The Slig finally reached the end of the corridor, which stood a door. The walls were cracked, wall paper peeled like tape, revealing a large brick wall over half of the wall itself. Obviously, noone had taken the time to fix it up. The Slig shook it's head in disgust, then opened the door. It was odd for a Slig to open a door unannounced, but this particular Slig had the authority as general of his squadron, and the respect from his employers. As the door opened, the Slig saw the room before him. The room contained many empty boxes with the logo of "Rupture Farms" painted on the front. Empty bottles of "Soul Storm Brew" littered the ground, making it almost impossible to walk. On the wall to the right was a large shade which stretched like a big bay window, leading to a door on the south side of the room. The room was dimly lit, with only one, small ceiling lamp stationed steady in the middle of the ceiling. The sound of bickering and yelling suddenly blew at the Slig's face, as two Glukkons stood facing each other. One Glukkon had a big, flashy green suit that sparkled like diamonds. He wore huge, thick glasses that almosty completely covered his face. Atop his head, was a large hat, which was also big and flashy and green. The other Glukkon had a plain, blue suit on, with a red undershirt shown in a "V" under his coat. On the right side of his uniform was a badge with five stars, only this one was silver. The two bickered back and forth over a very important manner.

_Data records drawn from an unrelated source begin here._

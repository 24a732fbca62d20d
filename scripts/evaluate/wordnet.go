package main

import (
	"bufio"
	"fmt"
	"os"
	"path/filepath"
	"slices"
	"strconv"
	"strings"
)

// wordnetDir is where Debian's package wordnet-base (WordNet 3.0,
// Princeton University) puts its database files.
const wordnetDir = "/usr/share/wordnet"

// synonyms maps a lower-case word to the other one-word lemmas of the
// WordNet synsets it is a lemma of, sorted: the synonym source of the
// rewrite level.
type synonyms map[string][]string

// loadSynonyms reads the four data files of WordNet (data.noun, data.verb,
// data.adj, data.adv). Each synset line is "offset lex_filenum ss_type
// w_cnt word lex_id [word lex_id ...] p_cnt ...", w_cnt in hexadecimal
// (WordNet's wndb(5WN) manual page); lines starting with a space are the
// licence header.
func loadSynonyms(dir string) (synonyms, error) {
	seen := map[string]map[string]bool{}
	for _, name := range []string{"data.noun", "data.verb", "data.adj", "data.adv"} {
		f, err := os.Open(filepath.Join(dir, name))
		if err != nil {
			return nil, fmt.Errorf("%w (the rewrite level needs WordNet: apt-get install wordnet-base)", err)
		}
		sc := bufio.NewScanner(f)
		sc.Buffer(make([]byte, 1<<20), 1<<20)
		for sc.Scan() {
			line := sc.Text()
			if line == "" || line[0] == ' ' {
				continue
			}
			fields := strings.Fields(line)
			if len(fields) < 6 {
				continue
			}
			n, err := strconv.ParseUint(fields[3], 16, 16)
			if err != nil || len(fields) < 4+2*int(n) {
				continue
			}
			var lemmas []string
			for k := 0; k < int(n); k++ {
				w := strings.ToLower(fields[4+2*k])
				if i := strings.IndexByte(w, '('); i > 0 { // adjective markers: "(a)", "(p)", "(ip)"
					w = w[:i]
				}
				if isLowerWord(w) {
					lemmas = append(lemmas, w)
				}
			}
			for _, w := range lemmas {
				for _, v := range lemmas {
					if v != w {
						if seen[w] == nil {
							seen[w] = map[string]bool{}
						}
						seen[w][v] = true
					}
				}
			}
		}
		f.Close()
		if err := sc.Err(); err != nil {
			return nil, fmt.Errorf("%s: %w", name, err)
		}
	}
	out := make(synonyms, len(seen))
	for w, vs := range seen {
		list := make([]string, 0, len(vs))
		for v := range vs {
			list = append(list, v)
		}
		slices.Sort(list)
		out[w] = list
	}
	if len(out) == 0 {
		return nil, fmt.Errorf("no synonyms in %s", dir)
	}
	return out, nil
}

"I'm telling you General Jaccuza, it's all your fault those Mudokon workers escaped. I am so sick and tired of your incompotense!" The green Glukkon bellowed out.
"Well it's not my fault, Tex, you're the one who should have been working a tighter shift! I don't see your lazy butt doing anything to help this place stay in tip-top shape, with your Brew and your fancy Bi-Products!"yelled the blue-clad Glukkon.
"Oh great, their fighting again...what a surprise." The black skinned Slig whispered under his breath as he watched the two leaders fight. "I could have been transferred to Renab's Emporium, but noooOoooo."
"Look at these charts!" Tex yelled. An electric chart slowly clicked on, occasionally blinking. The chart showed a negative outlook, showing a plummeting red line. "Charts don't lie Jaccuza!"
"Sure they do, IF YOU MAKE THEM YOURSELF!" Jaccuza yelled back. "Charts Charts Charts, that's all you talk about is CHARTS!" His orange eyes lit up with anger as he spoke.
"I outta take this chart and shove it up yer'..." Tex was about to finish, but the Slig's "ahem" managed to stop him.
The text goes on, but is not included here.